*EXERCISE DETAILS*. Scan the records for the word "braced". Return each line where it is found.

[Saved data entries]
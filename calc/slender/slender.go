// Package slender holds the design-action clauses of EN 1992-1-1 for isolated braced
// columns: geometric imperfections (5.2), minimum eccentricity (6.1(4)), end moments
// (5.8.8.2), slenderness and its limit (5.8.3), second-order moments by nominal
// curvature (5.8.8) and the biaxial check (5.8.9).
//
// Every function takes traced quantities and returns one trace step; its value is the
// step's Value and the step's expression reproduces it.
package slender

import (
	"math"

	"colsheet/calc/trace"
)

const ec2 = "EN 1992-1-1:2004 "

// AlphaH returns the reduction factor for length αh = 2/√l with 2/3 ≤ αh ≤ 1, l in metres,
// EN 1992-1-1:2004 5.2(5).
func AlphaH(id string, l trace.Q) trace.Step {
	v := math.Min(math.Max(2/math.Sqrt(l.V/1000), 2.0/3), 1)
	return trace.Formula(id, "Reduction factor for length", ec2+"5.2(5)", "α_h", "", v,
		"min(max(2 / sqrt(l / 1000), 2 / 3), 1)", trace.A("l", l))
}

// AlphaM returns the reduction factor for the number of members αm = √(0.5·(1 + 1/m)),
// EN 1992-1-1:2004 5.2(5).
func AlphaM(id string, m trace.Q) trace.Step {
	v := math.Sqrt(0.5 * (1 + 1/m.V))
	return trace.Formula(id, "Reduction factor for number of members", ec2+"5.2(5)", "α_m", "", v,
		"sqrt(0.5 * (1 + 1 / m))", trace.A("m", m))
}

// ThetaI returns the inclination θi = θ0·αh·αm, EN 1992-1-1:2004 5.2(5), Eq. (5.1).
func ThetaI(id string, theta0, alphaH, alphaM trace.Q) trace.Step {
	v := theta0.V * alphaH.V * alphaM.V
	return trace.Formula(id, "Inclination imperfection", ec2+"5.2(5), Eq. (5.1)", "θ_i", "", v,
		"theta_0 * alpha_h * alpha_m", trace.A("theta_0", theta0), trace.A("alpha_h", alphaH), trace.A("alpha_m", alphaM))
}

// EccentricityFromInclination returns ei = θi·l0/2 for an isolated member, EN 1992-1-1:2004 5.2(7), Eq. (5.2).
func EccentricityFromInclination(id string, thetaI, l0 trace.Q) trace.Step {
	return trace.Formula(id, "Eccentricity from the imperfection", ec2+"5.2(7), Eq. (5.2)", "e_i", "mm",
		thetaI.V*l0.V/2, "theta_i * l0 / 2", trace.A("theta_i", thetaI), trace.A("l0", l0))
}

// EccentricityL0Over400 returns the simplified ei = l0/400 for isolated members in braced systems,
// EN 1992-1-1:2004 5.2(9).
func EccentricityL0Over400(id string, l0 trace.Q) trace.Step {
	return trace.Formula(id, "Eccentricity from the imperfection (simplified)", ec2+"5.2(9)", "e_i", "mm",
		l0.V/400, "l0 / 400", trace.A("l0", l0))
}

// MinEccentricity returns e0 = max(h/30, 20 mm), EN 1992-1-1:2004 6.1(4).
func MinEccentricity(id string, depth trace.Q) trace.Step {
	return trace.Formula(id, "Minimum eccentricity", ec2+"6.1(4)", "e_0", "mm",
		math.Max(depth.V/30, 20), "max(h / 30, 20)", trace.A("h", depth))
}

// M02 returns the larger end moment in magnitude, taken positive, EN 1992-1-1:2004 5.8.8.2(2).
func M02(id string, top, bottom trace.Q) trace.Step {
	v := math.Max(math.Abs(top.V), math.Abs(bottom.V))
	return trace.Formula(id, "Larger first-order end moment", ec2+"5.8.8.2(2)", "M_02", "Nmm", v,
		"max(abs(M_top), abs(M_bot))", trace.A("M_top", top), trace.A("M_bot", bottom))
}

// M01 returns the smaller end moment in magnitude, negative in double curvature,
// EN 1992-1-1:2004 5.8.8.2(2).
func M01(id string, top, bottom, m02 trace.Q) trace.Step {
	v := 0.0
	if m02.V > 0 {
		v = top.V * bottom.V / m02.V
	}
	s := trace.Formula(id, "Smaller first-order end moment (negative in double curvature)", ec2+"5.8.8.2(2)",
		"M_01", "Nmm", v, "M_02 > 0 ? M_top * M_bot / M_02 : 0",
		trace.A("M_top", top), trace.A("M_bot", bottom), trace.A("M_02", m02))
	if m02.V > 0 {
		return s.Shown("M_top * M_bot / M_02")
	}
	return s.Shown("0")
}
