// resultsCase is one design of results.json: the contract values and the trace.
// resultsLoadCase is one load case of a design in results.json.
type resultsLoadCase struct {
	Name string  `json:"name"`
	NEd  float64 `json:"NEd_kN"`
	Axes struct {
		Y resultsAxis `json:"y"`
		Z resultsAxis `json:"z"`
	} `json:"axes"`
	Prefix string `json:"steps_prefix"`
}

type resultsCase struct {
	Column string  `json:"column"`
	Lift   string  `json:"storey"`
	NEd    float64 `json:"NEd_kN"`
	Axes   struct {
		Y resultsAxis `json:"y"`
		Z resultsAxis `json:"z"`
	} `json:"axes"`
	AsProv float64 `json:"As_prov_mm2"`
	Bars   struct {
		Count     int          `json:"count"`
		Dia       float64      `json:"dia_mm"`
		Positions [][2]float64 `json:"positions_mm"`
	} `json:"bars"`
	Links struct {
		Dia            float64 `json:"dia_mm"`
		Spacing        float64 `json:"spacing_mm"`
		SpacingReduced float64 `json:"spacing_reduced_mm"`
	} `json:"links"`
	B           float64           `json:"b_mm"`
	H           float64           `json:"h_mm"`
	Cover       float64           `json:"cover_mm"`
	AsReq       float64           `json:"As_req_mm2"`
	AsMin       float64           `json:"As_min_mm2"`
	AsMax       float64           `json:"As_max_mm2"`
	Utilization float64           `json:"utilization"`
	Status      string            `json:"status"`
	Governing   string            `json:"governing"`
	Cases       []resultsLoadCase `json:"cases"`
	RawTrace    []json.RawMessage `json:"trace"`
	Trace       []trace.Step      `json:"-"` // read back whole (reports.Unpacker)
	byID        map[string]int    // index of each step of Trace by its ID, built on first use
}

// resultsAxis holds the design and resisting moments about one axis.
type resultsAxis struct {
	MEd float64 `json:"MEd_kNm"`
	MRd float64 `json:"MRd_kNm"`
}

// readResults reads and decodes the results file at name.
func readResults(name string) (*results, error) {
	data, err := os.ReadFile(name)
	if err != nil {
		return nil, err
	}
	return parseResults(name, data)
}
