def run(data: dict, params: dict, context: StageContext) -> StageResult:
    """Pick candidate targets on the enhanced grids.

    Parameters
    ----------
    data : dict
        ``data["enhancement"]["grid"]``: dataset on (northing, easting) with
        ``residual`` (nT), ``total_gradient_amplitude`` and the three
        derivatives (nT/m); NaN cells are blank.
    params : dict
        The ``[picking]`` table (see :data:`PARAMS`).
    context : lodeline.model.StageContext

    Returns
    -------
    lodeline.model.StageResult
        Tables ``picks``, ``feature_picks`` and ``picking_metadata``; summary
        with the noise level, threshold and counts by kind.
    """
    s = validate_table(PARAMS, params, "picking")
    if not s["detector_depths_m"] or any(not isinstance(d, (int, float)) or not d > 0 for d in s["detector_depths_m"]):
        raise DataError("picking.detector_depths_m must be a non-empty list of positive depths in metres, e.g. [2.5, 3.5, 4.5]")
    grid = data["enhancement"]["grid"]
    validate_grid(grid, where="picking")
    need = ["residual"] + (["total_gradient_amplitude", *DERIVATIVES] if s["pick_on"] != "abs_residual" else [])
    missing = [v for v in need if v not in grid.data_vars]
    if missing:
        raise DataError(f"picking: the enhancement grid lacks {', '.join(missing)}; add them to enhancement.products and rerun")
    dy, dx = _spacing(grid, "northing"), _spacing(grid, "easting")
    north = np.asarray(grid["northing"].values, dtype=float)
    east = np.asarray(grid["easting"].values, dtype=float)
    residual = _dask(grid["residual"])

    if s["pick_on"] == "dipole_detector":
        values, scales = _detector(grid, residual, (abs(dy), abs(dx)), s, context)
        noise = 1.0
        parts = []
        noise_how = ("matched subspace detector (dipole of any moment + polynomial background per window); value = "
                     "sqrt(T / scale), scale = median(T) / median(chi2_3) per depth; scales (nT^2) at depths "
                     + ", ".join(f"{d:g} m: {c:.4g}" for d, c in zip(s["detector_depths_m"], scales)))
        units, abs_threshold = "1", s["threshold_noise_multiple"]
        extras = [residual] + ([_dask(grid["total_gradient_amplitude"])] if "total_gradient_amplitude" in grid else [])
    elif s["pick_on"] == "total_gradient_amplitude":
        values = _dask(grid["total_gradient_amplitude"]).astype(float)
        noise, parts = gradient_noise([_dask(grid[v]) for v in DERIVATIVES], s["noise_max_cells"])
        noise_how = "sqrt(sum of (1.4826 x MAD)^2 of derivative_easting, derivative_northing, derivative_upward)"
        units, abs_threshold = "nT/m", s["threshold_nT_per_m"]
        extras = [residual, values]
    else:
        values = abs(residual)
        box = max(3, int(round(s["noise_box_m"] / max(abs(dy), abs(dx)))))
        noise, parts = residual_noise(residual, box, s["noise_max_cells"]), []
        noise_how = f"1.4826 x MAD of residual less its {2 * (box // 2) + 1}-cell box mean, / sqrt(1 - 1/n)"
        units, abs_threshold = "nT", s["threshold_nT"]
        extras = [residual] + ([_dask(grid["total_gradient_amplitude"])] if "total_gradient_amplitude" in grid else [])
    if s["threshold_mode"] == "noise_multiple":
        if not np.isfinite(noise) or noise <= 0:
            raise DataError(
                "picking: the noise level measured from the grid is zero or undefined (empty or constant grid); "
                "set picking.threshold_mode = 'absolute'"
            )
        threshold = s["threshold_noise_multiple"] * noise
    else:
        threshold = abs_threshold

    found = tile_maxima(values, extras, threshold, (abs(dy), abs(dx)), s["min_separation_m"], s["edge_margin_m"])
    rows, cols = found[:, 0].astype(int), found[:, 1].astype(int)
    xy = np.column_stack([east[cols], north[rows]])
    keep = merge_by_separation(xy, found[:, 2], s["min_separation_m"])
    found, xy = found[keep], xy[keep]
    value = found[:, 2]
    peak_anomaly = found[:, 3]
    peak_gradient = found[:, 4] if found.shape[1] > 4 else np.full(len(found), np.nan)

    # regions of above-threshold cells (coordinates relative to the grid corner, for conditioning)
    if s["pick_on"] == "dipole_detector":
        # The detector's value falls off slowly (as the anomaly, r^-3) and joins the far tails of a
        # strong item into one large region, so features are outlined on the total gradient
        # amplitude (r^-4) above its own noise threshold instead.
        shape_grid = _dask(grid["total_gradient_amplitude"]).astype(float) if "total_gradient_amplitude" in grid else None
        if shape_grid is None:
            raise DataError("picking: pick_on = 'dipole_detector' outlines features on the total gradient amplitude; "
                            "add total_gradient_amplitude to enhancement.products and rerun")
        tga_noise, _ = gradient_noise([_dask(grid[v]) for v in DERIVATIVES], s["noise_max_cells"])
        shape_threshold = s["feature_noise_multiple"] * tga_noise
        region_of, info = regions(shape_grid, shape_threshold, north - north[0], east - east[0], rows[keep], cols[keep])
        ridge_values = shape_grid
    else:
        shape_threshold, tga_noise = threshold, noise
        region_of, info = regions(values, threshold, north - north[0], east - east[0], rows[keep], cols[keep])
        ridge_values = values
    rows, cols = rows[keep], cols[keep]
    groups = {}
    for rid in sorted(set(region_of.tolist())):
        idx = np.flatnonzero(region_of == rid)
        idx = idx[np.argsort(-value[idx], kind="stable")]
        groups[rid] = (idx, describe_picks(xy[idx]))
    ridge_value = value if ridge_values is values else np.asarray(ridge_values.vindex[rows, cols].compute(), dtype=float)
    ridge_ok = _ridges(ridge_values, groups, rows, cols, ridge_value, s)

    rows_out, members = [], []
    feature = 0
    for rid, (idx, desc) in groups.items():
        reg = info.get(rid) if rid >= 0 else None
        kind = classify(desc, reg, len(idx), ridge_ok.get(rid, False), s)
        shape = {"n_picks": len(idx), "area_m2": reg["area_m2"] if reg is not None else np.nan}
        if kind in ("linear", "extended"):
            feature += 1
            top = idx[0]
            centre, ends = desc["centre"], desc["ends"]
            shape.update(length_m=desc["length_m"], width_m=desc["width_m"], azimuth_deg=desc["azimuth_deg"])
            if kind == "linear":
                geometry = linestring(xy[idx][desc["order"]])
            else:
                outline = hull(xy[idx])
                geometry = polygon(outline) if outline is not None else ""
            rows_out.append({
                "easting_m": centre[0], "northing_m": centre[1], "kind": kind, "feature_id": feature,
                "pick_value": value[top], "snr": value[top] / noise if noise > 0 else np.nan,
                "peak_gradient_nT_per_m": np.nanmax(peak_gradient[idx]) if np.isfinite(peak_gradient[idx]).any() else np.nan,
                "peak_anomaly_nT": np.max(peak_anomaly[idx]),
                "end1_easting_m": ends[0][0], "end1_northing_m": ends[0][1],
                "end2_easting_m": ends[1][0], "end2_northing_m": ends[1][1],
                "geometry_wkt": geometry,
                **shape,
            })
            for k in idx:
                members.append({"feature_id": feature, "easting_m": xy[k, 0], "northing_m": xy[k, 1], "pick_value": value[k],
                                "peak_anomaly_nT": peak_anomaly[k]})
            continue
        fid = 0
        if kind == "cluster":
            feature += 1
            fid = feature
            shape.update(length_m=desc["length_m"], width_m=desc["width_m"], azimuth_deg=desc["azimuth_deg"])
        for k in idx:
            rows_out.append({
                "easting_m": xy[k, 0], "northing_m": xy[k, 1], "kind": kind, "feature_id": fid,
                "pick_value": value[k], "snr": value[k] / noise if noise > 0 else np.nan,
                "peak_gradient_nT_per_m": peak_gradient[k], "peak_anomaly_nT": peak_anomaly[k],
                "geometry_wkt": "", **shape,
            })
    columns = ["pick_id", "easting_m", "northing_m", "kind", "feature_id", "n_picks", "pick_value", "snr",
               "peak_gradient_nT_per_m", "peak_anomaly_nT", "length_m", "width_m", "azimuth_deg", "area_m2",
               "end1_easting_m", "end1_northing_m", "end2_easting_m", "end2_northing_m", "geometry_wkt"]
    picks = pd.DataFrame(rows_out, columns=columns[1:])
    picks = picks.sort_values("pick_value", ascending=False, kind="stable").reset_index(drop=True)
    picks.insert(0, "pick_id", np.arange(1, len(picks) + 1))
    feature_picks = pd.DataFrame(members, columns=["feature_id", "easting_m", "northing_m", "pick_value", "peak_anomaly_nT"])

    box = max(3, int(round(s["noise_box_m"] / max(abs(dy), abs(dx)))))
    residual_sigma = residual_noise(residual, box, s["noise_max_cells"])
    meta = {
        "pick_on": s["pick_on"],
        "residual_noise_nT": residual_sigma,
        "residual_noise_method": f"1.4826 x MAD of residual less its {2 * (box // 2) + 1}-cell box mean, / sqrt(1 - 1/n)",
        "pick_value_units": units,
        "noise_level": noise,
        "noise_method": noise_how,
        "noise_components_nT_per_m": ";".join(f"{p:.6g}" for p in parts),
        **({"detector_depths_m": ";".join(f"{d:g}" for d in s["detector_depths_m"]),
            "detector_scales_nT2": ";".join(f"{c:.6g}" for c in scales)} if s["pick_on"] == "dipole_detector" else {}),
        "threshold_mode": s["threshold_mode"],
        "threshold": threshold,
        "min_separation_m": s["min_separation_m"],
        "edge_margin_m": s["edge_margin_m"],
        "candidates_before_grouping": int(len(found)),
        "feature_threshold_nT_per_m": shape_threshold,
        "gradient_noise_nT_per_m": tga_noise,
    }
    metadata = pd.DataFrame({"key": list(meta), "value": [str(v) for v in meta.values()]})
    picks.attrs.update(meta)
    counts = {k: int((picks["kind"] == k).sum()) for k in KINDS}
    summary = {
        "noise_level": float(noise),
        "noise_units": units,
        "threshold": float(threshold),
        "candidates": int(len(found)),
        "counts_by_kind": counts,
        "residual_noise_nT": float(residual_sigma),
        **({"noise_nT_per_m": float(noise)} if units == "nT/m" else {"noise_nT": float(noise)} if units == "nT" else {}),
    }
    if s["pick_on"] == "dipole_detector":
        context.log.info(
            "picking: dipole detector at depths %s m, threshold %.4g (detection signal-to-noise); residual noise %.4g nT; "
            "%d candidates -> %s", ", ".join(f"{d:g}" for d in s["detector_depths_m"]), threshold, residual_sigma,
            len(found), ", ".join(f"{v} {k}" for k, v in counts.items()),
        )
    else:
        context.log.info(
            "picking: noise %.4g %s, threshold %.4g %s; %d candidates -> %s",
            noise, units, threshold, units, len(found), ", ".join(f"{v} {k}" for k, v in counts.items()),
        )
    return StageResult(tables={"picks": picks, "feature_picks": feature_picks, "picking_metadata": metadata}, summary=summary)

*EXERCISE OUTPUT*.
// Package slender holds the design-action clauses of EN 1992-1-1 for isolated braced
// EccentricityL0Over400 returns the simplified ei = l0/400 for isolated members in braced systems,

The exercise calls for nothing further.